2. Write another program which decodes the code of part 1 using the Berlekamp-Massey algorithm to decode up to three errors. Test your program in two ways:
   1. First, take a lengthy file, encode it, then decode it, and make sure that the decoded file is identical to the original file. For this test, you should create a stand-alone program which accepts two command-line arguments, the name of the encoded file and the name of the decoded file.
   2. Second, generate all possible patterns of up to three bits, and show that the decoder is able to correct them all. (This will probably need to be a separate program from the previous one.) This task will be easier if you write your decoder as a subroutine, say bchdecode(char *instream, char *outstream), which takes the input stream and returns a decoded output stream.

      Since the code is linear, go ahead and assume that the all-zero code word is sent, and simply generate the error pattern. To generate all patterns of up to three bits, you may want to use a piece of code like the following.
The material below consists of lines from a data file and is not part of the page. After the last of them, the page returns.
async function main(): Promise<void> {
  const sizes = (argValue('sizes') ?? '1024,4096,8192').split(',').map(Number);
  const runs = Number(argValue('runs') ?? 2);
  for (const n of sizes) {
    if (!Number.isInteger(n) || n < 16 || n % 2 !== 0)
      throw new Error(`--sizes: "${n}" is not an even size ≥ 16`);
  }
  if (!Number.isInteger(runs) || runs < 1) throw new Error(`--runs: "${runs}" is not a whole number ≥ 1`);
  mkdirSync(OUT_DIR, { recursive: true });

  if (!builtCliFresh()) {
    progress(
      'WARNING: dist/cli is missing or older than the sources: the CLI runs through tsx (slower start).',
    );
    progress('         Run `npm run bench` (it builds first) for representative times.');
  }

  const gdalVersion = gdalViewshedVersion();
  const haveTime = existsSync('/usr/bin/time') && spawnSync('/usr/bin/time', ['--version']).status === 0;
  if (!gdalVersion)
    progress('gdal_viewshed not found: only Airshade is measured (apt-get install -y gdal-bin).');
  else if (!haveTime) progress('/usr/bin/time not found: gdal_viewshed peak memory is reported as —.');

  const loadStart = os.loadavg();
  const toUtm = proj4('WGS84', UTM_26S);
  const rows: Row[] = [];
  const sampleNotes: string[] = [];
  const neighbourNotes: string[] = [];
  for (const n of sizes) {
    const { path: demPath, data } = await ensureDem(n);
    const c0 = n / 2;
    const g = demGeo(n);
    const [lon, lat] = toUtm.inverse([g.originX + (c0 + 0.5) * PIXEL_M, g.originY - (c0 + 0.5) * PIXEL_M]);
    const site = `${lon.toFixed(9)},${lat.toFixed(9)}`;
    const groundC = data[c0 * n + c0];

    progress(`${n}²: ray-walk references on ${SAMPLES[n] ?? 10_000} sampled cells…`);
    const sample = sampleReference(n, data, SAMPLES[n] ?? 10_000, lat);
    const { planar: pl, sphere: sp } = sample;
    progress(
      `${n}²: references done in ${pl.seconds.toFixed(1)} + ${sp.seconds.toFixed(1)} s ` +
        `(${pl.count} / ${sp.count} shadowed at ground level)`,
    );
    sampleNotes.push(
      `${n}²: ${sample.cells.length} cells sampled (seed ${0x5eed + n}), ${pl.count} (planar) / ${sp.count} ` +
        `(sphere) with the reference floor above the ground; antenna ground ${groundC.toFixed(1)} m + ${MAST_M} m ` +
        `mast at cell (${c0}, ${c0}) = ${lon.toFixed(6)}, ${lat.toFixed(6)}; the references took ` +
        `${pl.seconds.toFixed(1)} + ${sp.seconds.toFixed(1)} s`,
    );

    const [air, gd] = await runBoth(
      [
        airshadeRunner(n, demPath, site, haveTime),
        ...(gdalVersion ? [gdalRunner(n, demPath, haveTime)] : []),
      ],
      runs,
    );
    if (air.ok && air.groundM !== undefined && Math.abs(air.groundM - groundC) > 0.05) {
      progress(
        `${n}²: WARNING Airshade reports antenna ground ${air.groundM} m, the centre cell holds ${groundC}`,
      );
    }
    let acc: Row['acc'] = null;
    if (air.ok) {
      progress(`${n}²: reading ${relative(ROOT, air.outPath)}…`);
      acc = accuracies(await readRaster(air.outPath), sample);
    }
    rows.push({ n, run: air, acc });

    if (gd !== undefined) {
      let gacc: Row['acc'] = null;
      if (gd.ok) {
        progress(`${n}²: reading ${relative(ROOT, gd.outPath)}…`);
        const out = await readRaster(gd.outPath);
        if (out.width !== n || out.height !== n)
          throw new Error(`${gd.outPath}: ${out.width} × ${out.height}`);
        gacc = accuracies(out, sample);
        // The observer's 8 neighbours, where GDAL 3.6 is known to go wrong (see the notes).
        const vals: string[] = [];
        for (let dr = -1; dr <= 1; dr++) {
          for (let dc = -1; dc <= 1; dc++) {
            if (dr === 0 && dc === 0) continue;
            const i = (c0 + dr) * n + c0 + dc;
            vals.push(`${out.data[i].toFixed(2)}/${data[i].toFixed(2)}`);
          }
        }
        neighbourNotes.push(`${n}²: ${vals.join(', ')}`);
      }
      rows.push({ n, run: gd, acc: gacc });
    }
  }

  // --- Report ---
  const cpus = os.cpus();
  const fmtPct = (x: number): string => (100 * x).toFixed(3) + ' %';
  const errCols = ' | median \\|err\\| m | p95 \\|err\\| m |';
  const agreeCols = ALTITUDES_M.map((a) => `agree @${a} m`).join(' | ');
  const header = `| DEM | tool | wall s (best of ${runs}) | peak MiB | cells/s | ${agreeCols}${errCols}`;
  const sep = '|' + ' --- |'.repeat(5 + ALTITUDES_M.length + 2);
  const headerSphere = `| DEM | tool | ${agreeCols}${errCols}`;
  const sepSphere = '|' + ' --- |'.repeat(2 + ALTITUDES_M.length + 2);
  const accCols = (acc: Accuracy | undefined): string => {
    const agree = ALTITUDES_M.map((_, a) => (acc ? fmtPct(acc.agree[a]) : '—'));
    const med = acc ? acc.medianErrM.toFixed(2) : '—';
    const p95 = acc ? acc.p95ErrM.toFixed(2) : '—';
    return `${agree.join(' | ')} | ${med} | ${p95} |`;
  };
  const toolName = (run: ToolRun): string => (run.note && run.ok ? `${run.tool} (${run.note})` : run.tool);
  const lines = rows.map(({ n, run, acc }) => {
    const wall = run.ok ? run.wallS.toFixed(2) : 'failed';
    const peak = run.peakMiB === null ? '—' : run.peakMiB.toFixed(0);
    const rate = run.ok
      ? `${(n * n) / run.wallS / 1e6 >= 10 ? ((n * n) / run.wallS / 1e6).toFixed(0) : ((n * n) / run.wallS / 1e6).toFixed(2)} M`
      : '—';
    return `| ${n}² | ${toolName(run)} | ${wall} | ${peak} | ${rate} | ${accCols(acc?.planar)}`;
  });
  const linesSphere = rows.map(({ n, run, acc }) => `| ${n}² | ${toolName(run)} | ${accCols(acc?.sphere)}`);

  const nodataNotes = rows
    .filter((r) => r.acc && r.acc.planar.noValue > 0)
    .map(
      (r) =>
        `${r.n}² ${r.run.tool}: ${r.acc!.planar.noValue} sampled cells without a value (counted as never visible)`,
    );
  const allTimes = rows
    .filter((r) => r.run.ok)
    .map(
      (r) =>
        `${r.n}² ${r.run.tool}: ${r.run.allWallS.map((t) => t.toFixed(2)).join(' / ')} s ` +
        `(median ${median(r.run.allWallS).toFixed(2)} s)`,
    );
  // Ratio of medians, Airshade over gdal_viewshed, per size: the figure to compare across machines.
  const ratios = sizes.flatMap((n) => {
    const a = rows.find((r) => r.n === n && r.run.tool === 'Airshade' && r.run.ok);
    const g = rows.find((r) => r.n === n && r.run.tool === 'gdal_viewshed' && r.run.ok);
    return a && g ? [`${n}²: ${(median(a.run.allWallS) / median(g.run.allWallS)).toFixed(2)}×`] : [];
  });

  const md = [
    '# `airshade floor` benchmark',
    '',
    'Accuracy against the exact R3 ray walk of test/reference/raywalk.ts (planar grid distances, parabolic earth ' +
      'drop d²/(2Re): the model gdal_viewshed uses):',
    '',
    header,
    sep,
    ...lines,
    '',
    'The same outputs against bench/raywalk-sphere.ts: the same R3 walk with ground (geodesic) distances and the ' +
      "exact effective-sphere geometry, the model Airshade's engine uses (see the notes):",
    '',
    headerSphere,
    sepSphere,
    ...linesSphere,
    '',
    '## Machine',
    '',
    `- CPU: ${cpus.length} × ${cpus[0]?.model ?? 'unknown'}; RAM ${(os.totalmem() / 2 ** 30).toFixed(1)} GiB; ` +
      `${os.type()} ${os.release()}`,
    `- Load average when the bench started (1 / 5 min): ${loadStart[0].toFixed(2)} / ${loadStart[1].toFixed(2)}` +
      ' (other processes on the same cores make the times pessimistic)',
    `- Node ${process.version}; ${gdalVersion ?? 'GDAL not installed (gdal_viewshed rows omitted)'}`,
    `- The native memory helper (worker/native/, built by \`npm install\`): ${
      loadMemoryHelper(ROOT, process.env) !== null
        ? 'loaded (huge pages for the raster, its pages handed back as the floor is written; Node starts once)'
        : "not loaded (the launcher starts Node again with glibc's huge-pages tunable; the write takes fresh memory)"
    }`,
    `- Reproduce: \`npm run bench\` (= \`npm run build && tsx bench/floor.ts\`)` +
      (sizes.join(',') === '1024,4096,8192' && runs === 2
        ? ''
        : ` with \`--sizes ${sizes.join(',')} --runs ${runs}\``),
    '',
    '## How it was measured',
    '',
    `- DEMs: ${PIXEL_M} m Float32 cells, EPSG:${EPSG} (UTM 26S), centred on E ${CENTRE_EASTING_M} / ` +
      `N ${CENTRE_NORTHING_M}; heights from our own generator (\`fillProjected\` on \`DEMO_WORLD\`, local-plane ` +
      `centre ${SCENE_X_M / 1000} km E, ${SCENE_Y_M / 1000} km N: invented land, lowland with hills, sea and ` +
      'ranges). Files in bench/out/, reused when present.',
    `- Antenna: the centre cell (n/2, n/2), ${MAST_M} m above its ground, whole raster. Airshade: ` +
      `\`node bin/airshade.mjs floor --dem … --site LON,LAT --mast-m ${MAST_M} --k ${K_FACTOR.toFixed(6)} ` +
      '--out … --quiet` (default threads: one per core). gdal_viewshed: ' +
      `\`gdal_viewshed -om DEM -cc ${GDAL_CC} -oz ${MAST_M} -ox X -oy Y -q in.tif out.tif\` with X, Y the ` +
      'centre of the same cell in projected metres.',
    `- Earth: gdal lowers heights by cc·d²/(2a) with a = ${WGS84_A_M} m (the CRS's semi-major axis) and ` +
      `cc = ${GDAL_CC}, i.e. an effective radius a/cc = ${(EFFECTIVE_RADIUS_M / 1000).toFixed(3)} km. Airshade's ` +
      `effective radius is k × 6371 km, so k = ${WGS84_A_M} / (${GDAL_CC} × ${AIRSHADE_R_M}) = ` +
      `${K_FACTOR.toFixed(6)} gives the same radius; the reference uses it too (reM = a / cc).`,
    `- Wall time: whole process, from spawn to exit (start-up, reading the DEM and writing the output ` +
      `included); each tool run ${runs}×, the two tools' runs alternating (A B B A …), the faster run is reported. All runs: ${allTimes.join('; ')}.` +
      (ratios.length > 0 ? ` Airshade / gdal_viewshed, ratio of medians: ${ratios.join(', ')}.` : ''),
    '- Peak memory: both tools run under `/usr/bin/time -v` (Debian package `time`) and its "Maximum resident set ' +
      'size" is reported (worker threads included). Not the figure a child spawned straight from this script would ' +
      "print: Linux keeps the peak resident set across fork and exec, so it would include this script's own. " +
      "Without /usr/bin/time, Airshade's printed figure is used (read it as an upper bound) and gdal_viewshed's is —.",
    '- Accuracy: against the exact R3 ray walk (Franklin & Ray 1994; test/reference/raywalk.ts) on a seeded ' +
      'uniform random sample of target cells (the observer cell excluded), antenna altitude = ground of the ' +
      `centre cell + ${MAST_M} m, reM = a / cc. All floors are clamped to the ground first (gdal's -om DEM value ` +
      'is max(0, lowest line-of-sight altitude) and is treated as a floor the same way). A target at altitude h ' +
      'is visible iff h ≥ ground and h ≥ floor; "agree" is the share of sampled cells where the tool and the ' +
      'reference say the same at h. |err| = |floor − reference floor| over sampled cells where the reference ' +
      'floor is above the ground. Outputs are read raw with geotiff.js (no void filling).',
    ...sampleNotes.map((s) => `  - ${s}`),
    ...nodataNotes.map((s) => `  - ${s}`),
    '- Two earth models: the planar reference and gdal take planar grid distances and lower the terrain by ' +
      'd²/(2Re); Airshade takes WGS84 geodesic distances (0.02–0.04 % longer than grid distances on this UTM ' +
      'grid, scale 0.9996–0.9998) and the exact effective-sphere formula (worker/core/horizon.ts). At 100–170 km, ' +
      'where floors reach several km, the two models differ by a few metres of floor (the sphere is higher), so ' +
      'each tool is also scored against the reference of the other model. The visibility agreement barely moves; ' +
      'the floor errors grow with range for the tool whose model differs from the reference.',
    "- GDAL 3.6 gives the observer's 8 neighbours wrong heights (a known defect, fixed upstream since), which " +
      'can put phantom obstacles next to the antenna; nothing is excluded for it here. Its scan (Wang et al. ' +
      '2000) is also approximate away from the axes and diagonals. gdal_viewshed output / ground at the 8 ' +
      'neighbours (row by row, north first):',
    ...(neighbourNotes.length > 0 ? neighbourNotes.map((s) => `  - ${s}`) : ['  - (gdal_viewshed not run)']),
    '',
  ].join('\n');

  const resultsPath = join(OUT_DIR, 'floor-results.md');
  writeFileSync(resultsPath, md);
  process.stdout.write(md);
  progress(`written to ${relative(ROOT, resultsPath)}`);
}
Even though it produces some error patterns more than once, it is thorough and easy.

      
      ...
      char bit[15];
      char decodedbit[15];
      /* generate patterns of three bits */
      for(b1 = 0; b1 < 15; b1++) {            /* first error bit */
         for(b2 = 0; b2 < 15; b2++) {         /* second error bit */
            for(b3 = 0; b3 < 15; b3++) {      /* third error bit */
               for(i = 0; i < 15; i++)        /* set all prior bits to zero */
                  bit[i] = 0;
               /* now assign the error bits */
               bit[b1] = 1;
               bit[b2] = 1;
               bit[b3] = 1;
      
               bchdecode(bit,decodedbit);  /* <--- this is the subroutine you write */
      
               /* see if any errors left */
               for(i = 0; i < 15; i++) {
                  if(decodedbit[i]) {
                    printf("error on bitstream: ");
                    for(j = 0; j < 15; j++) {
                       printf("%d",decodedbit[j]);
                    }
                    printf("\n");
                    break;
                  }
               }
            }
         }
      }
      

   You should provide a list of all the patterns of three errors that your program was not able to correct. There should be none! Don't give me a list of the errors it was able to correct - it would be pages long.
3. Write a stand-alone program that systematically encodes a (255,249) Reed-Solomon decoder capable of correcting up to three errors. Use
   
   $$p(x) = 1+x+x^2+x^7+x^8.$$
   
   
   as the primitive polynomial to generate the field, and use a narrow-sense Reed-Solomon code. This program should accept command-line arguments, as in

   
   rsencode inputfile codedfile
   

4. Write a stand-alone program that decodes the Reed-Solomon code from the last step. The program should accept command-line arguments, as in

   
   rsdecode codedfile decodedfile
   

   Use the Berlekamp-Massey decoding algorithm.

   Test your decoder by generating at least 1000 random patterns of up to three nonzero digits out of the 255, with the other digits equal to zero, and verify that your decoder is able to correct them all. (This may require a separate program, or a separate mode of operation.

5. Also, test your program by passing a very large encoded file through the channel model program you developed for Program 4. Count the number of errors before decoding, and after decoding.

6. Extra credit: Provide another implementation of the Reed-Solomon decoder using Euclidean algorithm decoding.

Turn in your program listings, errors not corrected (if any!), and a discussion of items learned, issues, problems, etc.